Как кажется, они не воздвигали никаких сооружений, хотя могли иметь палатки из шкур; они лепили фигуры из глины, но, несмотря на это, так и не дошли до выделки глиняной посуды. При отсутствии кухонной утвари их стряпня должна была быть очень примитивной, или же они вовсе не готовили. Они не имели понятия об обработке земли и не имели никакого представления о плетении корзин или тканой одежде. Если не считать плаща, кож и шкур, это были голые татуированные дикари.

Эти первые древнейшие известные нам люди охотились в открытых степях Европы, быть может, сотни веков, и затем стали медленно оседать и приспосабливаться к изменению климатических условий. Климат Европы с каждым веком становился все более теплым и влажным. Северный олень уходил к северу и востоку, бизон и лошадь следовали за ним. Степи уступили место лесам, и красный олень заменил лошадь и бизона. В связи с изменением ее назначения изменяется и самая утварь. Рыбная ловля в реках и озерах начинает приобретать большое значение для человека, и количество тонких орудий из костей все увеличивается. «Костяные иглы этой эпохи, — говорит Мортилье, — значительно превосходят таковые в позднейшие, даже исторические времена, вплоть до эпохи Возрождения. Римляне, например, никогда не имели игл, способных выдержать сравнение с иглами этой эпохи».

Около пятнадцати или двенадцати тысяч лет назад новый народ проник на юг Испании и оставил там замечательные собственные изображения на открытых поверхностях скал. Это были азилианцы, названные так по пещере Мас-д’Азиль. Они были уже знакомы с луком, кажется, носили головные уборы из перьев, и очень недурно рисовали. Свои рисунки азилианцы свели к некоторому символизму — человек, например, изображался одним вертикальным штрихом с двумя или тремя горизонтальными, что указывает на зарождение идеи письма. Против изображений охоты часто имеются знаки вроде знаков на бирке, один набросок изображает двух людей, выкуривающих пчелиный улей.

Это последние из людей, которых мы называем жителями палеолитического (древнего каменного века), потому что у них была только оббитая утварь. Около десяти или двенадцати тысяч лет тому назад в Европе занялась заря новой жизни: люди научились не только оббивать, но и полировать и обтачивать каменные орудия и положили, таким образом, начало цивилизации.
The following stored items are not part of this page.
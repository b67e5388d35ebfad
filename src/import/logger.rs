//! Field logger files, long form: `site,depth_cm,sensor,sensor_id,time,value,unit`.
//!
//! `sensor` is `tensiometer` or `water_content`; `unit` (any letter case) is `cm`, `hpa`,
//! `kpa`, `mpa` or `bar` for suction (a negative value is a pressure and is turned into
//! suction) or `fraction`, `m3/m3`, `percent` or `%` for water content. Times are ISO 8601
//! with an offset, or local times with one offset given for the whole command; they are
//! stored in UTC.
//!
//! The import streams: a file is hashed in one pass and read in a second, on a thread of its
//! own (`reader`) that checks every cell and sends the rows in bounded batches; this thread
//! stores them inside the command's one transaction, many records per statement, finds
//! duplicates by the table's key and runs the quality checks. Only per-site and per-sensor
//! state and a few batches are kept, so memory does not grow with the file. Any problem and
//! the transaction is rolled back: nothing is written. A dry run checks everything the same
//! way against a temporary table.
//!
//! Sites a file names that the campaign does not hold are created (as a lab file does); the
//! summary names them, so a mistyped code is seen at once.

mod reader;

use std::collections::{HashMap, VecDeque};
use std::fmt;
use std::io::Read;
use std::path::{Path, PathBuf};
use std::sync::mpsc::{self, Receiver};

use rusqlite::Connection;
use sha2::{Digest, Sha256};

use self::reader::{Batch, Entry, Msg, Names, Parsed, ReadJob, Tail};
use super::batch::Origin;
use super::diagnostic::Diagnostics;
use super::wide::ChannelMap;
use super::{EarlierImport, FileSummary, ImportError};
use crate::field::quality::{
    Mark, MarkKind, QualitySettings, SPIKE_PREFIX, STUCK_PREFIX, SensorChecker,
};
use crate::model::domain::{SensorKind, Site};
use crate::model::number::{plural, significant};
use crate::model::text::shown;
use crate::model::units::SuctionUnit;
use crate::store::logger::{self as records, Added, FlagWriter, NewRecord, RecordSink};
use crate::store::{Campaign, StoreError, batches, sites};

/// The columns of a logger file, for messages.
pub const COLUMNS: &str = "site,depth_cm,sensor,sensor_id,time,value,unit";

/// The word recorded in `import_batch.kind`.
pub const KIND: &str = "logger";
Неолитический век (новый каменный век) начался.

Интересно отметить, что менее ста лет тому назад в отдаленной части света, в Тасмании, существовало еще одно племя человеческих существ, стоявшее на более низком уровне развития в физическом и умственном отношениях, чем любое из этих первых племен человечества, оставивших следы в Европе. Эти племена Тасмании оказались давным-давно отрезанными географическими переменами от остальных людей, и потому у них отсутствовали стимулы к дальнейшему развитию. Они, кажется, скорее вырождались, чем развивались. Ко времени открытия их исследователями-европейцами, они стояли на очень низкой ступени развития, питаясь моллюсками и мелкой дичью. Жилищ у них не было, а существовали становища. Это были настоящие люди, нашего типа, но они не обладали ни ловкостью рук, ни художественными способностями первых настоящих людей.
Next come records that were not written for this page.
fn cautions(out: &mut String) {
    out.push_str(
        "<div class=\"caution\" id=\"cautions\">\n<h2 style=\"border: none; margin-top: 0.6rem\">Cautions</h2>\n<ul>\n\
         <li>Fitted parameters are <strong>estimates</strong> from a handful of readings per \
         sample; their standard errors and 95&#160;% intervals state only the fit's own \
         uncertainty, not that of sampling or measurement.</li>\n\
         <li>A curve <strong>extrapolated</strong> beyond the suctions measured on its sample \
         (dashed in the charts) is uncertain, and so is everything derived from it: water \
         content at field capacity or wilting point, available water, conductivity.</li>\n\
         <li>Layer and profile available water are means over few cores; stale fits (readings \
         changed since the fit) are included and marked. Their 95&#160;% intervals combine each \
         core's fit uncertainty with the variation between cores estimated over the campaign; \
         they do not cover the choice of model, errors shared by a lab's measurements, or a \
         layer's cores missing its true variability.</li>\n\
         <li>Design uses such as irrigation design, slope stability, landfill or mine-waste \
         covers and contaminant transport <strong>defer to local codes and licensed \
         professional practice</strong>; this summary does not replace either.</li>\n\
         </ul>\n</div>\n",
    );
}

fn contents_start(out: &mut String) {
    let _ = writeln!(
        out,
        "<h2 id=\"sites\">Sites</h2>\n<table>\n<thead><tr><th>site</th><th>name</th>\
         <th>latitude, °</th><th>longitude, °</th><th>elevation, m</th><th>layers</th>\
         <th>samples</th><th>readings</th><th>flagged</th><th>profile available water, mm</th>\
         </tr></thead>\n<tbody>"
    );
}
ГЛАВА 12. ЗАРОЖДЕНИЕ МЫСЛИ

А теперь разрешите нам углубиться в область весьма интересных гипотез. Что должен был чувствовать человек в те далекие первые дни своих похождений? Как думали люди, и о чем они думали в ту отдаленную эпоху охоты и кочевого образа жизни, за четыреста веков до первых посева и жатвы? Это было задолго до того, как впечатления людей стали записываться, и мы можем ответить на эти вопросы лишь на основании выводов и догадок.
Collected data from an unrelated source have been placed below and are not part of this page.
//! Relative hydraulic conductivity Kr(h) = K / Ks from a retention curve, and K = Ks Kr.
//!
//! Each retention model has the conductivity models published with it; the first listed is
//! the one used when none is asked for:
//!
//! | retention | conductivity | Kr |
//! |---|---|---|
//! | van Genuchten, m = 1 - 1/n | Mualem (1976), van Genuchten (1980) | Se^L [1 - (1 - Se^(1/m))^m]^2 |
//! | van Genuchten, m free | Mualem, van Genuchten (1980) | Se^L [I_z(m + 1/n, 1 - 1/n)]^2, z = Se^(1/m) |
//! | Brooks-Corey | Burdine (1953) | Se^(3 + 2/lambda) = (h_b/h)^(2 + 3 lambda) |
//! | Brooks-Corey | Mualem (1976) | Se^(L + 2 + 2/lambda) = (h_b/h)^(2 + (L + 2) lambda) |
//! | Kosugi | Mualem, Kosugi (1996) | Se^L Q[ln(h/h_m)/sigma + sigma]^2 |
//! | Durner | Mualem, Priesack & Durner (2006) | Se^L [sum w_i alpha_i (1 - (1 - Se_i^(1/m_i))^m_i)]^2 / (sum w_i alpha_i)^2 |
//! | Campbell | Campbell (1974) | (theta/theta_s)^(2b + 3) = (h_e/h)^(2 + 3/b) |
//!
//! I_z is the regularised incomplete beta function ([`crate::model::special::beta_reg`]).
//! Fredlund-Xing has no closed form (Mualem's integral with its correction term must be
//! evaluated numerically): [`ConductivityModel::for_model`] returns `None` for it.
//! The pore-connectivity exponent L (Mualem 1976: 0.5) applies to the Mualem forms only;
//! Burdine's and Campbell's exponents are fixed by their derivations.

use std::fmt;
use std::str::FromStr;

use serde::{Deserialize, Serialize};

use super::retention::durner::mode_saturations;
use super::retention::kosugi::{normal_q, z_of};
use super::retention::van_genuchten::mualem_m;
use super::retention::van_genuchten_free_m::VgTerm;
use super::retention::{ModelKind, finite, ln_sigmoid};
use super::special::beta_reg;

/// Mualem's pore-connectivity (tortuosity) exponent L when none is given (Mualem 1976).
pub const DEFAULT_PORE_CONNECTIVITY: f64 = 0.5;

/// The pore model a user may ask for: Mualem's (1976) or Burdine's (1953).
#[derive(Debug, Clone, Copy, PartialEq, Eq, Hash, PartialOrd, Ord, Serialize, Deserialize)]
#[serde(rename_all = "kebab-case")]
pub enum ConductivityForm {
    /// Mualem (1976).
    Mualem,
    /// Burdine (1953).
    Burdine,
}

impl ConductivityForm {
    /// Every form, for messages.
    pub const ALL: [ConductivityForm; 2] = [ConductivityForm::Mualem, ConductivityForm::Burdine];

    /// The identifier used by `--conductivity` (`mualem`, `burdine`).
    pub fn id(self) -> &'static str {
        match self {
            ConductivityForm::Mualem => "mualem",
            ConductivityForm::Burdine => "burdine",
        }
    }
}
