//! Retention and measured conductivity fitted together.
//!
//! The retention parameters, the saturated conductivity Ks and Mualem's pore-connectivity
//! exponent L are estimated from both data sets at once: water-content residuals theta(h) -
//! theta_obs (m3/m3) and conductivity residuals log10 K - log10 K_obs. Both go through the
//! one Levenberg-Marquardt driver ([`fit_curve_with`]) as a single [`CurveModel`]
//! ([`JointCurve`]) whose x is the index of a measurement; its values and analytic gradients
//! come from the retention model and the closed-form Mualem conductivity
//! ([`ConductivityModel::relative`], [`conductivity_gradient`]).
//!
//! The two sets are weighted by their own noise: each residual divided by its set's
//! standard deviation, estimated from the fit and refitted until the estimates stop moving
//! (each set's share of the degrees of freedom in proportion to its readings), or by a
//! weight the user gives the conductivity set. The report keeps both SSEs, statistics per
//! set and jointly, and the standard errors and covariance of every parameter (s^2 (J'WJ)^-1
//! over the weighted residuals).

use std::f64::consts::LN_10;

use serde::{Deserialize, Serialize};

use super::config::{Domain, FitOptions};
use super::driver::{Canonical, Hooks, Readings, fit_curve_with};
use super::error::FitError;
use super::models::fit_model;
use super::report::{FitReport, ParamMatrix};
use crate::model::conductivity::{ConductivityModel, DEFAULT_PORE_CONNECTIVITY};
use crate::model::curve::{CurveModel, ParamSpec};
use crate::model::derived::gradient::conductivity_gradient;
use crate::model::retention::ModelKind;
Источники, которыми пользовались ученые в своих попытках восстановить это примитивное мышление, чрезвычайно разнообразны. В последнее время наука психоанализа, исследующая пути, которыми сдерживаются, подавляются, умеряются и заглушаются эгоистические и непосредственные импульсы ребенка с целью приспособить их к требованиям общественной жизни, пролила, по-видимому, значительный свет на историю первобытного общества; другим благодарным источником послужило изучение понятий и обычаев современных нам племен, которые и поныне остались в состоянии дикости. А кроме того, и фольклор, и всякие глубоко укоренившиеся неразумные суеверия, и все предрассудки, сохранившиеся до сих пор даже у цивилизованных народов, — все это является своего рода психологическими окаменелостями, и, наконец, во все возрастающем, по мере приближения к нашему времени, количестве рисунков, фигур, резьбы, символов и т. п. мы находим все более и более ясные указания на те предметы и явления, которые люди находили интересными и достойными запоминания и воспроизведения.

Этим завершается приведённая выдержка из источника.